A cost limit terminated work
The Engineer enforces the spending caps in safety.yaml. Warnings fire at 80% of each limit; on a breach it terminates the offending work and tells the owner.
- A per-task or per-provider breach transitions that one task to
blocked, comments on its source ticket ("Task blocked — cost limit reached."), and DMs the owner. - A global daily or monthly breach terminates every in-flight task and sends a single owner alert.
You will see it in the owner DM/alert, on the task's source ticket, and in engineer why <task-id> (the block reason and the cost.incurred timeline). A terminated task is blocked, so engineer retry <task-id> resumes it once you have headroom.

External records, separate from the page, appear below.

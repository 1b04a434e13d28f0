import { useCurrentUser } from "../../lib/session.ts";
import { ArmUploadPage } from "../../features/arms/components/arm-upload-page.tsx";

export default function ArmUploadRoute() {
  return <ArmUploadPage user={useCurrentUser()} />;
}
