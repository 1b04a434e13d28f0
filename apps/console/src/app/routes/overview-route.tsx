import { RoleSummaries } from "../../features/overview/components/role-summaries.tsx";
import { PageHeader } from "../../components/layout/page-header.tsx";
import { titledRoute } from "./titled-route.tsx";

export default titledRoute("Overview", (user) => (
  <>
    <PageHeader
      title={`Hello, ${user.displayName}`}
      description={
        user.roles.length > 1
          ? "You hold several roles. Here is what each of them lets you do in Jogwright."
          : "Here is what your role lets you do in Jogwright."
      }
    />
    <RoleSummaries roles={user.roles} />
  </>
));
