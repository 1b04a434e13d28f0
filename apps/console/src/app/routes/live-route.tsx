import { LivePage } from "../../features/drive/components/live-page.tsx";
import { titledRoute } from "./titled-route.tsx";

export default titledRoute("Live sessions", () => <LivePage />);
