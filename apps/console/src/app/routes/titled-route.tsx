import type { ReactNode } from "react";
import type { User } from "@jogwright/shared";
import { DocumentTitle } from "../../components/layout/document-title.tsx";
import { useCurrentUser } from "../../lib/session.ts";

/**
 * A menu page's route (NAV_ITEMS' `load`): the window title "<title> · Jogwright", then the page, given the
 * signed-in person (the role gate has already let them in) for what depends on who they are.
 */
export function titledRoute(title: string, page: (user: User) => ReactNode) {
  return function TitledRoute() {
    const user = useCurrentUser();
    return (
      <>
        <DocumentTitle page={title} />
        {page(user)}
      </>
    );
  };
}
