import { LivePage } from "../../features/drive/components/live-page.tsx";

export default function LiveRoute() {
  return (
    <>
      <title>Live sessions · Jogwright</title>
      <LivePage />
    </>
  );
}
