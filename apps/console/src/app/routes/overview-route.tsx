import { useCurrentUser } from "../../lib/session.ts";
import { RoleSummaries } from "../../features/overview/components/role-summaries.tsx";
import { PageHeader } from "../../components/layout/page-header.tsx";

export default function OverviewRoute() {
  const user = useCurrentUser();
  return (
    <>
      <title>Overview · Jogwright</title>
      <PageHeader
        title={`Hello, ${user.displayName}`}
        description={
          user.roles.length > 1
            ? "You hold several roles. Here is what each of them lets you do in Jogwright."
            : "Here is what your role lets you do in Jogwright."
        }
      />
      <RoleSummaries roles={user.roles} />
    </>
  );
}
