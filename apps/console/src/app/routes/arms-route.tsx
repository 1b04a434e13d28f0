import { ArmsPage } from "../../features/arms/components/arms-page.tsx";
import { titledRoute } from "./titled-route.tsx";

export default titledRoute("Arms", (user) => <ArmsPage user={user} />);
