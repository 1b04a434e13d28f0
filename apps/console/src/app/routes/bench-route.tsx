import { BenchPage } from "../../features/bench/components/bench-page.tsx";

export default function BenchRoute() {
  return (
    <>
      <title>Tuning bench · Jogwright</title>
      <BenchPage />
    </>
  );
}
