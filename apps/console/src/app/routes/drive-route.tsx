import { DrivePage } from "../../features/drive/components/drive-page.tsx";
import { titledRoute } from "./titled-route.tsx";

export default titledRoute("Drive", () => <DrivePage />);
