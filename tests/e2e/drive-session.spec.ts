import type { Page } from "@playwright/test";
import type { ProfileParams } from "@jogwright/shared";
import { keepScreenshot, signIn } from "../support/browser.ts";
import { fakeGamepadScript, recordStateFrames, setGamepad, startDriving } from "../support/drive.ts";
import { expect, test, uniqueTag, type Person, type ProfileRef, type Setup } from "../support/fixtures.ts";

// The drive session's edges (issue 13, items 1, 2, 6, 7, 9): what the drive page does when an input device
// drops out and returns, when the window regains focus with a key held, when the server ends the session
// (deactivation, sign-out, a ceiling change), with `?version=` in the address, and at the stop-before
// guard. Each test makes its own people and profiles through the API and waits on what it expects — the
// simulation time of the state frames the page receives, never a fixed sleep — and keeps a screenshot of
// the state it ends in with JOGWRIGHT_SCREENSHOTS=1 (tests/artifacts/drive-session-*.png, also attached to the report).

// Standard mapping as in DEFAULT_GAMEPAD_MAPPING: left stick y (axis 1, inverted) → vx, button 7 (right
// trigger) is the enabling control.
const LEFT_STICK_Y = 1;
const ENABLING_BUTTON = 7;
const FORWARD = [0, 0, 0, 0].map((v, i) => (i === LEFT_STICK_Y ? -0.9 : v));

test.use({ viewport: { width: 1400, height: 1000 } });

/**
 * The fake pad of tests/support/drive.ts, which can also drop out: with `__jogTestPadConnected = false`
 * navigator.getGamepads() lists no pad, as a browser does while a pad is unplugged.
 */
const PAD_DROPOUT_SCRIPT = `(() => {
  const listed = Navigator.prototype.getGamepads;
  window.__jogTestPadConnected = true;
  Object.defineProperty(Navigator.prototype, "getGamepads", {
    configurable: true,
    value: function () {
      const pads = listed.call(this); // a poll all the same, which setGamepad() waits for
      return window.__jogTestPadConnected ? pads : [null, null, null, null];
    },
  });
})();`;

test.beforeEach(async ({ context }) => {
  await context.addInitScript(fakeGamepadScript());
  await context.addInitScript(PAD_DROPOUT_SCRIPT);
});
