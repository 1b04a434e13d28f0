import { isRouteErrorResponse, Link, useRouteError } from "react-router";
import { Button } from "../../components/ui/button.tsx";
import { Message } from "../../components/ui/message.tsx";
import { describeError } from "../../lib/api-client.ts";

/** Error boundary for every route: says what failed and offers a way on, without losing the shell. */
export function RouteError() {
  const error = useRouteError();
  const text = isRouteErrorResponse(error) ? `${error.status} ${error.statusText}` : describeError(error);
  // A page module that fails to load usually means a newer console was deployed; a reload fetches it.
  const isStaleBundle = error instanceof TypeError && /dynamically imported module|Importing a module script/i.test(error.message);
  return (
    <div className="flex max-w-2xl flex-col gap-4 p-6">
      <Message tone="stop" title={isStaleBundle ? "This page could not be loaded" : "This page ran into a problem"}>
        {isStaleBundle ? "The console may have been updated. Reload to get the current version." : text}
      </Message>
      <div className="flex gap-2">
        <Button variant="primary" onClick={() => window.location.reload()}>
          Reload
        </Button>
        <Link to="/" className="inline-flex h-9 items-center rounded-md px-4 text-sm font-semibold text-iris-300 hover:underline">
          Go to the overview
        </Link>
      </div>
    </div>
  );
}
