import { Link, useLocation } from "react-router";
import { PageHeader } from "../../components/layout/page-header.tsx";

export function NotFoundRoute() {
  const location = useLocation();
  return (
    <>
      <title>Not found · Jogwright</title>
      <PageHeader title="Page not found" description={<>There is no page at <span className="num">{location.pathname}</span>.</>} />
      <Link to="/" className="font-semibold text-iris-300 hover:underline">
        Go to the overview
      </Link>
    </>
  );
}
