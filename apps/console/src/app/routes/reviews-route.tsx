import { ReviewsPage } from "../../features/reviews/components/reviews-page.tsx";

export default function ReviewsRoute() {
  return (
    <>
      <title>Reviews · Jogwright</title>
      <ReviewsPage />
    </>
  );
}
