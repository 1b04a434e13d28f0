import { OutboxPage } from "../../features/outbox/components/outbox-page.tsx";
import { titledRoute } from "./titled-route.tsx";

export default titledRoute("Outbox", () => <OutboxPage />);
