import { UsersPage } from "../../features/users/components/users-page.tsx";
import { titledRoute } from "./titled-route.tsx";

export default titledRoute("Users", (user) => <UsersPage currentUserId={user.id} />);
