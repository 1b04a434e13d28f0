import { RecordingsPage } from "../../features/recordings/components/recordings-page.tsx";

export default function RecordingsRoute() {
  return (
    <>
      <title>Recordings · Jogwright</title>
      <RecordingsPage />
    </>
  );
}
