import { ROLES, ROLE_LABELS, type Role } from "@jogwright/shared";

/** What each role does in Jogwright, in plain words (PRODUCT.md, "Who uses it, and for what"). */
export const ROLE_SUMMARIES: Record<Role, string> = {
  operator:
    "You drive the simulated arm. You choose one of the rate profiles that was approved and assigned to you, jog the tool with a gamepad, sliders or the keyboard while holding the enabling control, watch how close the arm is to a singularity or a joint limit, and can record the session.",
  engineer:
    "You tune how the arm answers an operator's hands. You write rate profiles for each operator on the site's arms, try them live on the simulated arm, run scripted trials through and near singular poses, sweep a parameter to find a good setting, compare versions side by side, and submit a version for review with its trial evidence.",
  safety_officer:
    "You decide what may be driven. You set the site ceilings that no profile may exceed, review submitted versions with what changed since the last approved one and the ceiling check, then approve and lock, reject with a reason, or retire a version. You can read the audit trail.",
  admin:
    "You keep the accounts in order: create users, give and take roles, set new passwords, deactivate and reactivate accounts, and read the log of outgoing mail.",
};

export function RoleSummaries({ roles }: { roles: readonly Role[] }) {
  const held = ROLES.filter((r) => roles.includes(r));
  return (
    <ul className="grid gap-4 md:grid-cols-2" aria-label="Your roles">
      {held.map((role) => (
        <li key={role} className="rounded-lg border border-ink-700 bg-ink-850 p-5">
          <h2 className="mb-2 text-lg font-bold">
            <span className="mr-2 inline-block size-2 rounded-full bg-iris-400 align-middle" aria-hidden />
            {ROLE_LABELS[role]}
          </h2>
          <p className="text-ink-300">{ROLE_SUMMARIES[role]}</p>
        </li>
      ))}
    </ul>
  );
}
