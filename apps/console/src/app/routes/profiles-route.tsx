import { useCurrentUser } from "../../lib/session.ts";
import { ProfilesPage } from "../../features/profiles/components/profiles-page.tsx";

export default function ProfilesRoute() {
  const user = useCurrentUser();
  return <ProfilesPage user={user} />;
}
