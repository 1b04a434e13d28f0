import { Link } from "react-router";
import { Lock } from "lucide-react";
import { ROLES, ROLE_LABELS, type Role } from "@jogwright/shared";
import { DocumentTitle } from "../../components/layout/document-title.tsx";

const list = (roles: readonly Role[]) =>
  ROLES.filter((r) => roles.includes(r))
    .map((r) => ROLE_LABELS[r])
    .join(", ");

/** Shown in place of a page the signed-in person's roles do not allow. */
export function NotAvailable({ pageRoles, userRoles }: { pageRoles: readonly Role[]; userRoles: readonly Role[] }) {
  return (
    <section className="flex max-w-2xl flex-col gap-4" aria-labelledby="not-available-title">
      <DocumentTitle page="Not available" />
      <div className="flex items-center gap-3">
        <Lock aria-hidden className="size-6 text-warn-400" />
        <h1 id="not-available-title" className="text-2xl font-bold">
          Not available for your roles
        </h1>
      </div>
      <p className="text-ink-300">
        This page is for: <strong className="text-ink-100">{list(pageRoles)}</strong>. You are signed in with:{" "}
        <strong className="text-ink-100">{list(userRoles)}</strong>. If you need it, ask an admin to give you the role.
      </p>
      <Link to="/" className="self-start font-semibold text-iris-300 hover:underline">
        Go to the overview
      </Link>
    </section>
  );
}
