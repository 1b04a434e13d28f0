import { ArmsPage } from "../../features/arms/components/arms-page.tsx";

export default function ArmsRoute() {
  return (
    <>
      <title>Arms · Jogwright</title>
      <ArmsPage />
    </>
  );
}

To raise the ceiling, edit cost_limits in ~/.engineer/config/safety.yaml (per_task, daily, monthly, and per-provider request caps) and restart the daemon. See Safety Configuration for the full key reference. Leaving every limit null means spending is unbounded — engineer doctor warns when no cap is set.
Where to look
| Source | Command / path | Shows |
|---|---|---|
| Health checks | engineer doctor | Every category, with a remedy on each failure or warning |
| Daemon logs | engineer logs (--follow, --raw, --lines N); files in ~/.engineer/logs/ | Everything the daemon does, including plugin polling and errors |
| Daemon status | engineer status (--all for terminal tasks) | Whether the daemon is running, plus the task list |
| Per-task history | engineer why <task-id> | One task's timeline, block reason, and cost |
| Dashboard | http://localhost:3847 (starts with the daemon) | Live tasks, metrics, agent calls, and traces in the browser |
Resetting the database
The Engineer is pre-v1: a breaking schema change ships without a data migration. If the database is corrupt, an upgrade reshaped the schema, or you just want a clean slate, delete it and let the daemon recreate it:
engineer stop
rm ~/.engineer/data/engineer.db
engineer startFor a full development reset (rebuild, relink the CLI, clear the whole data directory, fresh interactive setup), use ./scripts/reset.sh instead. See the reset reference.
Filing an issue
If none of the above resolves it, open an issue at github.com/FarzamMohammadi/the-engineer/issues. Include the failing engineer doctor output and the relevant lines from engineer logs.